**GOAL OF THE EXERCISE:**
In the entries below, find the string "LabelB" and return each line holding it.

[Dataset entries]
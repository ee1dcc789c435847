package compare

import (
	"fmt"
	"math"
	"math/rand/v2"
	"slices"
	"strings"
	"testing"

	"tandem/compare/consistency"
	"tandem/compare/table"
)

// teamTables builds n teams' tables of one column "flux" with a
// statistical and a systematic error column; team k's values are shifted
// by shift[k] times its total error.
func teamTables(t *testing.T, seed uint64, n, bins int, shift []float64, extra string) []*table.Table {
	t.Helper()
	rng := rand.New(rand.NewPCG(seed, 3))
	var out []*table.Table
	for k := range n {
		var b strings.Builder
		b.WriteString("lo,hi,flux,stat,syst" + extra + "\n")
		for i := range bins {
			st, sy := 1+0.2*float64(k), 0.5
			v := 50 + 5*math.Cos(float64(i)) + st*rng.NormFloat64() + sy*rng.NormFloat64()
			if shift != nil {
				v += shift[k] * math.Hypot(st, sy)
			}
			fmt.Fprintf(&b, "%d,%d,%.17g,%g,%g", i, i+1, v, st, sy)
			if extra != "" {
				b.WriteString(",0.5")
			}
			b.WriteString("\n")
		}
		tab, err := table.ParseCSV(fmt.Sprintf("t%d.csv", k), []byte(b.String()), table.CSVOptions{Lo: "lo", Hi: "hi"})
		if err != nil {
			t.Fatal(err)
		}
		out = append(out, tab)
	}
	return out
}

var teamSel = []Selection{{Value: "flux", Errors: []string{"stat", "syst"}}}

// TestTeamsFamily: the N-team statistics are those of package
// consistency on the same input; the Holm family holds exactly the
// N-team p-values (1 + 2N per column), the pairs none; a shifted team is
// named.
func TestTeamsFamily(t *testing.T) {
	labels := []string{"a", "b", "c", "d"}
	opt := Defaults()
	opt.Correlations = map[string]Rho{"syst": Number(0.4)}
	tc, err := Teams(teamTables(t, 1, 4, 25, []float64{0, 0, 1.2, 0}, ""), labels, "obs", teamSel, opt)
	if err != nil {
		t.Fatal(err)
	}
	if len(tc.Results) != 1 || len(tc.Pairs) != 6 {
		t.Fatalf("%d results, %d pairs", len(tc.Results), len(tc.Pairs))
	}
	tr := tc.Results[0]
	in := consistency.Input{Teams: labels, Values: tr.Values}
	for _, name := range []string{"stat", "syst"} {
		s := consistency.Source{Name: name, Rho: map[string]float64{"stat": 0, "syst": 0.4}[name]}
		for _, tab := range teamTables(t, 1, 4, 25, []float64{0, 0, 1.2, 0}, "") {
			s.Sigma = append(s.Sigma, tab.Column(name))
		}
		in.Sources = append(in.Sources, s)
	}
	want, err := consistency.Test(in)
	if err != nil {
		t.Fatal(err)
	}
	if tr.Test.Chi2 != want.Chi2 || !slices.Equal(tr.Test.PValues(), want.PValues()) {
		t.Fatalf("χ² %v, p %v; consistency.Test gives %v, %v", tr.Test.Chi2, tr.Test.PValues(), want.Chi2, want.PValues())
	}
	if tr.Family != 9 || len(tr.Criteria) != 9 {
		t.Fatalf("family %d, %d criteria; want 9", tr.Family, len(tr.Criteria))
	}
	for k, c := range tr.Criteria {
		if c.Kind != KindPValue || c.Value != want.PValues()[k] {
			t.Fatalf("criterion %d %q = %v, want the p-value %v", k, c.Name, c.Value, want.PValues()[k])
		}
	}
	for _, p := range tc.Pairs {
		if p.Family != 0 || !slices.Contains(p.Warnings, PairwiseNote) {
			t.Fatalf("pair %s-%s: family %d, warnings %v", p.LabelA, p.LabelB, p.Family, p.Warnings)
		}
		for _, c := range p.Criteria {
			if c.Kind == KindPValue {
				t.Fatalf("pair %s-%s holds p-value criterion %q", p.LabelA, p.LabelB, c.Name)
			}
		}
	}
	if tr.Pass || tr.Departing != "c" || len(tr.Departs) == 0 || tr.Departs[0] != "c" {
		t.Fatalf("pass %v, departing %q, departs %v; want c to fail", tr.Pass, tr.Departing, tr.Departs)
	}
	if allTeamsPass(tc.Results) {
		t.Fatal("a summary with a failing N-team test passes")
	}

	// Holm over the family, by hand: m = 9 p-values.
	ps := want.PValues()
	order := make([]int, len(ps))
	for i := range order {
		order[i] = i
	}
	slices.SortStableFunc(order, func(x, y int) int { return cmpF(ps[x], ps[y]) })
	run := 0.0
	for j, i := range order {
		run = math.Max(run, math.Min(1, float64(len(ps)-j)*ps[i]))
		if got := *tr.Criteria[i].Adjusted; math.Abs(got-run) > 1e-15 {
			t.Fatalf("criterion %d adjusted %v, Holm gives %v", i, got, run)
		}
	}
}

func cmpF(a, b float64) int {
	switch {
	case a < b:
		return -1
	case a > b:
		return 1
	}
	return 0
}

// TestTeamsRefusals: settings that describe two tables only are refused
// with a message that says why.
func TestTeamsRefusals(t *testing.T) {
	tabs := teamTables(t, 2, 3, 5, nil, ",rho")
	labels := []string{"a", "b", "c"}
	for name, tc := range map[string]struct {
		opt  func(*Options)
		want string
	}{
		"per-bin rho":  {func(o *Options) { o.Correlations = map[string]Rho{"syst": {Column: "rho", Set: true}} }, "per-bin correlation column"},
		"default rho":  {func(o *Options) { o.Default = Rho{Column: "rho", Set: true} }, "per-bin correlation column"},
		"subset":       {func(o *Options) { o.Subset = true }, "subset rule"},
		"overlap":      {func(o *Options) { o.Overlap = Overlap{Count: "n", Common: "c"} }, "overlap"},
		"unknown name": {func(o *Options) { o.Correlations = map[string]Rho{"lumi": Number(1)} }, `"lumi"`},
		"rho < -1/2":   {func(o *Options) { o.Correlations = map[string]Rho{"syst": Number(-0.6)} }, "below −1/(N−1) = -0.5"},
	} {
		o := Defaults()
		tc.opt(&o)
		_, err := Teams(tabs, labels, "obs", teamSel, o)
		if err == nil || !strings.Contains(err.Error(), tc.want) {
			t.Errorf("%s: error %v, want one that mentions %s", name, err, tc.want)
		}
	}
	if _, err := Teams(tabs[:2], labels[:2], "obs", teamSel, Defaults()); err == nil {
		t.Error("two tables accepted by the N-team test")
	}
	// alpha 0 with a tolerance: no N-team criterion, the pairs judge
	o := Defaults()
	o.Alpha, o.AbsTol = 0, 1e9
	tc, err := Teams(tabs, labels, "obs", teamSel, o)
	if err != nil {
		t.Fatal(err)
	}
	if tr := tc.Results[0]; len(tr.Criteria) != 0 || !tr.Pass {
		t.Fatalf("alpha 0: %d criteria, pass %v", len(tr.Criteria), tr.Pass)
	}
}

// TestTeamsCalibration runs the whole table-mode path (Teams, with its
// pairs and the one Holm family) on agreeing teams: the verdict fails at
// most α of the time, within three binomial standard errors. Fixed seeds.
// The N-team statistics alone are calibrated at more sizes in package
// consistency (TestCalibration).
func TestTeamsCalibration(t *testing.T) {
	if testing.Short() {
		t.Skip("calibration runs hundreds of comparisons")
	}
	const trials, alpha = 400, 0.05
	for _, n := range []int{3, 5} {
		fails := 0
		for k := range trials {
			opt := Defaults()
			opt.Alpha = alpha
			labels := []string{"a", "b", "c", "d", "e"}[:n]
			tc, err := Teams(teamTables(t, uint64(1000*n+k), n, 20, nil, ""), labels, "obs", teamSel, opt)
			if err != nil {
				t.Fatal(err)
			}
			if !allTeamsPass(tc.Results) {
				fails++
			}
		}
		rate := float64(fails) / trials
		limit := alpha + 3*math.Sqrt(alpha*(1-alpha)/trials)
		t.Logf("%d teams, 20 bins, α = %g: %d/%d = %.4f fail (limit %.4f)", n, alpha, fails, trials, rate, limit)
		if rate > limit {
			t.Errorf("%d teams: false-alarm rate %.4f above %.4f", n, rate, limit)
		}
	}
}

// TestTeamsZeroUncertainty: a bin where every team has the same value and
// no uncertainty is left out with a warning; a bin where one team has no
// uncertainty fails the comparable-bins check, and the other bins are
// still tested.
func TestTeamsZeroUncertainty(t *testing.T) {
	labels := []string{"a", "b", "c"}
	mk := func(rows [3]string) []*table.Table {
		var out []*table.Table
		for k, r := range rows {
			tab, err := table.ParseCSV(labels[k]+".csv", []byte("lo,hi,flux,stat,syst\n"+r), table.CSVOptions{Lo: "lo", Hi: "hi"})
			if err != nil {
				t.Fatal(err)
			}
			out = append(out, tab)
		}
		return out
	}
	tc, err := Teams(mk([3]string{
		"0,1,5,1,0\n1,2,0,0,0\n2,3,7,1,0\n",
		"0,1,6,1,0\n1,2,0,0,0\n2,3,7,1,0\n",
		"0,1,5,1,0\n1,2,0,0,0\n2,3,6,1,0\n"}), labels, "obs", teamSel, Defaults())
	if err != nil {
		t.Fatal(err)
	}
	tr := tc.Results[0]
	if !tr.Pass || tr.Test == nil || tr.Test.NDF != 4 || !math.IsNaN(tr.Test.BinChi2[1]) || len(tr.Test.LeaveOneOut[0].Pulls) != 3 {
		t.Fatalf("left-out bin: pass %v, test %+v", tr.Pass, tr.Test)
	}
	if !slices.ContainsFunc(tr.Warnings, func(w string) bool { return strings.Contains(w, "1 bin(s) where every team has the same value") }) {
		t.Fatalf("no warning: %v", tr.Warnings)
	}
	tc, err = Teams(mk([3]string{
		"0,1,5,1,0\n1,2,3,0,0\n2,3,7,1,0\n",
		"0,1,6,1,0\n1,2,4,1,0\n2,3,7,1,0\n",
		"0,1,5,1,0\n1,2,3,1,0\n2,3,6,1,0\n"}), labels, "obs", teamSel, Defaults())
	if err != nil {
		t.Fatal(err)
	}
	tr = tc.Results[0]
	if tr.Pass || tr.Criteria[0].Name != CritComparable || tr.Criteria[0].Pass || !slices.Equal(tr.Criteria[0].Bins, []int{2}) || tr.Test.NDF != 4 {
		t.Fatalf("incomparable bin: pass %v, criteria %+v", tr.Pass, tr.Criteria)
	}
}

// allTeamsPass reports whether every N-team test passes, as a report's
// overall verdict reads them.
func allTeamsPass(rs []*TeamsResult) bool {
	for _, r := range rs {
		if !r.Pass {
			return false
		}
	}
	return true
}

**REPLY TO THE EXERCISE:**
			t.Fatalf("pair %s-%s: family %d, warnings %v", p.LabelA, p.LabelB, p.Family, p.Warnings)
				t.Fatalf("pair %s-%s holds p-value criterion %q", p.LabelA, p.LabelB, c.Name)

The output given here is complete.